[Opening EXTRACTED MATERIAL section]

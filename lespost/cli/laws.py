"""`lespost laws TABLE`: tests velocity-scaling laws on a table. The work is in `lespost.scaling`."""

from __future__ import annotations

import json
from pathlib import Path
from typing import Any

import click


@click.command(name="laws")
@click.argument("tables", nargs=-1, required=True, type=click.Path(path_type=Path), metavar="TABLE...")
@click.option("--law", "laws", multiple=True, help='A law to test, such as "us0^0.5 ustar^0.5" or "ustar la_t^n" (n fitted); repeat for '
              "several. None: every built-in law whose columns are there.")
@click.option("--scale", "scales", multiple=True, help='A scale that a law might hide, as "name = 0.3 m s-1"; repeat for several.')
@click.option("--scaled-by", type=click.Choice(["ustar", "us0", "none"]), default="ustar", show_default=True,
              help="Column that divides both axes in the usual plot.")
@click.option("--plan", "plans", multiple=True, nargs=2, metavar="LAW LAW", help="Also say how long a record must be to separate these "
              "two, with forcing and scatter like those of the table.")
@click.option("--drop-nonpositive", is_flag=True, help="Leave out rows with zeros or negative values, which have no logarithm.")
@click.option("--seed", type=int, default=0, show_default=True, help="Seed of bootstrap and permutations.")
@click.option("--out", type=click.Path(path_type=Path, file_okay=False),
              help="Write scaling.csv, scaling.json and figures into this folder.")
@click.option("--json", "as_json", is_flag=True, help="Print one JSON object; unknown numbers are null.")
def command(tables: tuple[Path, ...], laws: tuple[str, ...], scales: tuple[str, ...], scaled_by: Any, plans: tuple[tuple[str, str], ...],
            drop_nonpositive: bool, seed: int, out: Path | None, as_json: bool) -> None:
    """Test laws such as V = C us0 on TABLE, and say which of them chance, or this table, cannot tell apart.

    TABLE is a comma-separated file with a velocity, its forcing and their units, such as "velocity (m s-1), ustar (m s-1), us0 (m s-1),
    time"; columns ending in _se are standard errors. Or give one or more results folders of `lespost run`: each window is a row.
    """
    from lespost.scaling.analyse import analyse
    from lespost.scaling.report import plain, to_json, to_text, write
    from lespost.scaling.request import ask_plan, load, settings_from

    settings = settings_from(laws, scales, scaled_by, drop_nonpositive, seed)
    analysis = analyse(load(tables), settings)
    asked = [ask_plan(analysis, first, second) for first, second in plans]
    if out is not None:
        out.mkdir(parents=True, exist_ok=True)
        write(analysis, out)
        from lespost.report.scaling_figures import write_figures

        write_figures(analysis, out / "figures")
    if as_json:
        click.echo(json.dumps(plain({**to_json(analysis), "asked": [item.plain for item in asked]}), allow_nan=False))
        return
    click.echo(to_text(analysis))
    for item in asked:
        click.echo(item.text)
    if out is not None:
        click.echo(f"written: {out / 'scaling.csv'}, {out / 'scaling.json'}, {out / 'figures'}")
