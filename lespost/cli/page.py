"""`lespost page OUT`: rebuild figures and page from a results folder."""

from __future__ import annotations

import json
from pathlib import Path

import click


@click.command("page")
@click.argument("out", type=click.Path(path_type=Path))
@click.option("--json", "as_json", is_flag=True, help="Print the paths written as JSON.")
def command(out: Path, as_json: bool) -> None:
    """Rebuild the figures and the page of the results folder OUT."""
    from lespost.report.build import build_report

    page = build_report(out)
    figures = sorted(str(path) for path in (out / "figures").iterdir() if path.suffix in (".svg", ".png"))
    if as_json:
        click.echo(json.dumps({"page": str(page), "figures": figures}))
    else:
        click.echo(f"{page}  ({len(figures)} figure files in {out / 'figures'})")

[Closing EXTRACTED MATERIAL section]

- **TASK**
Search the listing for the word "page". Copy every line in which it occurs.

- **SOLUTION TO THIS EXERCISE**
filename lespost/cli/page.py
"""`lespost page OUT`: rebuild figures and page from a results folder."""
@click.command("page")
    """Rebuild the figures and the page of the results folder OUT."""
    page = build_report(out)
        click.echo(json.dumps({"page": str(page), "figures": figures}))
        click.echo(f"{page}  ({len(figures)} figure files in {out / 'figures'})")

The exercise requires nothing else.